The South Swan Hills Unit, located in north-western Alberta, is a carbonate reef with an original-oil-in-place (OOIP) of approximately 850 MM bbl. Waterflooding was begun in the field during the 1960s, and a staged hydrocarbon miscible flood was begun during the 1970s. Chase gas injection was terminated in the mid-1990s. In 1994, however, miscible flooding was reinitiated in the reef margin area of the field using horizontal injectors and reduced well spacing. The reef margin is an area of thick, stacked pay that experienced high gravity override during the original miscible flood. Four patterns have been developed to date. The two earliest patterns have now completed solvent injection and are on chase waterflood. They have both recovered between 800 M bbl and 900 M bbl of incremental oil per pattern (more than 10% of pattern OOIP) from areas which were part of the original miscible flood.

This paper will detail the past history of the pool under miscible flood, the redevelopment of the reef margin area using horizontal miscible injectors, and the performance of the four patterns implemented to date. The factors that have made this redevelopment successful, and their impact on field production, will also be discussed. Finally, plans for future development of this mature field will also be discussed.


Hydrocarbon miscible flooding has long been a preferred means of enhanced oil recovery (EOR) in Alberta. It is similar to CO2 flooding, with the exception that the solvent is composed of a mixture of hydrocarbon components (usually C1 to C5). The solvent is usually displaced with cheaper chase gas, composed primarily of methane.
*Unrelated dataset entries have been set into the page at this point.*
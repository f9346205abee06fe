import pg from 'pg';
import { startCluster } from '../cluster/cluster.ts';
import type { Secrets } from '../cluster/home.ts';
import { migrate } from '../database/migrate.ts';
import { ensureRoles } from '../database/roles.ts';
import type { Settings } from '../settings.ts';
import { StartRefusal } from './bootstrap/start-refusal.mjs';
import { type DatabaseUrls, databaseNameOf, urlOfDatabase, urlsOfRoles, withoutPassword } from './database-urls.ts';

export interface PreparedDatabase {
  urls: DatabaseUrls;
  /** Resolves when the own PostgreSQL has ended; never for a server of one's own. */
  ended: Promise<void>;
  stop(): Promise<void>;
}

const ownDatabase = 'tarewright';

async function withClient<T>(url: string, work: (client: pg.Client) => Promise<T>): Promise<T> {
  const client = new pg.Client({ connectionString: url });
  await client.connect();
  try {
    return await work(client);
  } finally {
    await client.end();
  }
}

const oldestServer = 150_000; // server_version_num of PostgreSQL 15.0
const unknownDatabase = '3D000';

/**
 * Checks a server of one's own: reachable, recent, and with an administrator who may make the roles.
 * @returns the address to administer from: of the database itself, or of `postgres` while it does not exist yet
 */
async function findMaintenanceUrl(url: string): Promise<string> {
  const shown = withoutPassword(url);
  const sql = `SELECT current_setting('server_version_num')::int AS version, rolsuper AS superuser
                 FROM pg_roles WHERE rolname = current_user`;
  const ask = (from: string) =>
    withClient(from, async (client) => (await client.query<{ version: number; superuser: boolean }>(sql)).rows[0]);
  let from = url;
  let facts: Awaited<ReturnType<typeof ask>>;
  try {
    facts = await ask(from).catch((error: { code?: string }) => {
      if (error.code !== unknownDatabase) throw error;
      from = urlOfDatabase(url, 'postgres');
      return ask(from);
    });
  } catch (error) {
    const { code, message } = error as { code?: string; message: string };
    throw new StartRefusal(`DATABASE_URL (${shown}) cannot be used: ${message || code}.`);
  }
  if (!facts || facts.version < oldestServer)
    throw new StartRefusal(
      `DATABASE_URL (${shown}) is a PostgreSQL before version 15, which is the oldest that will do.`,
    );
  if (!facts.superuser)
    throw new StartRefusal(
      `DATABASE_URL (${shown}) must name a superuser: one of the roles made at the start passes row security, to back up.`,
    );
  return from;
}

/**
 * Roles, ownership, migrations: all of it may be done again at each start and then changes nothing. Servers that start at
 * once on one database take turns.
 */
async function bringUpToDate(maintenanceUrl: string, database: string, secrets: Secrets): Promise<DatabaseUrls> {
  const urls = urlsOfRoles(urlOfDatabase(maintenanceUrl, database), secrets);
  const { owner, app, jobs, backup } = secrets;
  await withClient(maintenanceUrl, async (client) => {
    await client.query(`SELECT pg_advisory_lock(hashtextextended('tarewright start', 0))`);
    await ensureRoles({ superuserUrl: maintenanceUrl, database, passwords: { owner, app, jobs, backup } });
    await migrate({ ownerUrl: urls.owner });
  });
  return urls;
}

/**
 * The database that a server works on, migrated: a cluster of its own in the home folder, or the one that DATABASE_URL
 * leads to.
 * @throws StartRefusal with one line
 */
export async function prepareDatabase(options: {
  settings: Settings;
  secrets: Secrets;
  say: (line: string) => void;
}): Promise<PreparedDatabase> {
  const { settings, secrets, say } = options;
  if (settings.databaseUrl) {
    const maintenanceUrl = await findMaintenanceUrl(settings.databaseUrl);
    const urls = await bringUpToDate(maintenanceUrl, databaseNameOf(settings.databaseUrl), secrets);
    return { urls, ended: new Promise(() => undefined), stop: async () => undefined };
  }
  const cluster = await startCluster({ home: settings.home, secrets, say });
  try {
    const urls = await bringUpToDate(cluster.superuserUrl('postgres'), ownDatabase, secrets);
    return { urls, ended: cluster.exited, stop: () => cluster.stop() };
  } catch (error) {
    await cluster.stop();
    throw error;
  }
}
An abundance of natural gas liquids (NGLs) in the 1960s and 1970s and the opportunity to incorporate a more efficient displacement process prompted the operator of the South Swan Hills unit (SSHU) to consider a hydrocarbon miscible flood as a means to increase oil recovery.1 An injection pilot of pure NGLs was carried out from 1970 to 1972, and the field scale project started in 1973. Initial design called for 21 patterns to be put on injection in the central and northern portion of the unit. This area was still in early stages of waterflooding, and was termed a secondary miscible flood. The western part of the unit was put on miscible injection in 1982. This area had a relatively mature waterflood, and was thus termed a tertiary miscible flood. Both areas were developed exclusively using vertical wells. Early performance, and an evaluation of the performance of the tertiary miscible flood were documented by Griffith and Cyca.2

A common problem with miscible flooding is gravity override of the solvent due to its much lighter density at reservoir conditions than the in-situ oil and water. This was identified as a concern during the design of the original miscible flood, and was observed in the field. One area particularly prone to override was the reef margin, with its thick, continuous, stacked pay.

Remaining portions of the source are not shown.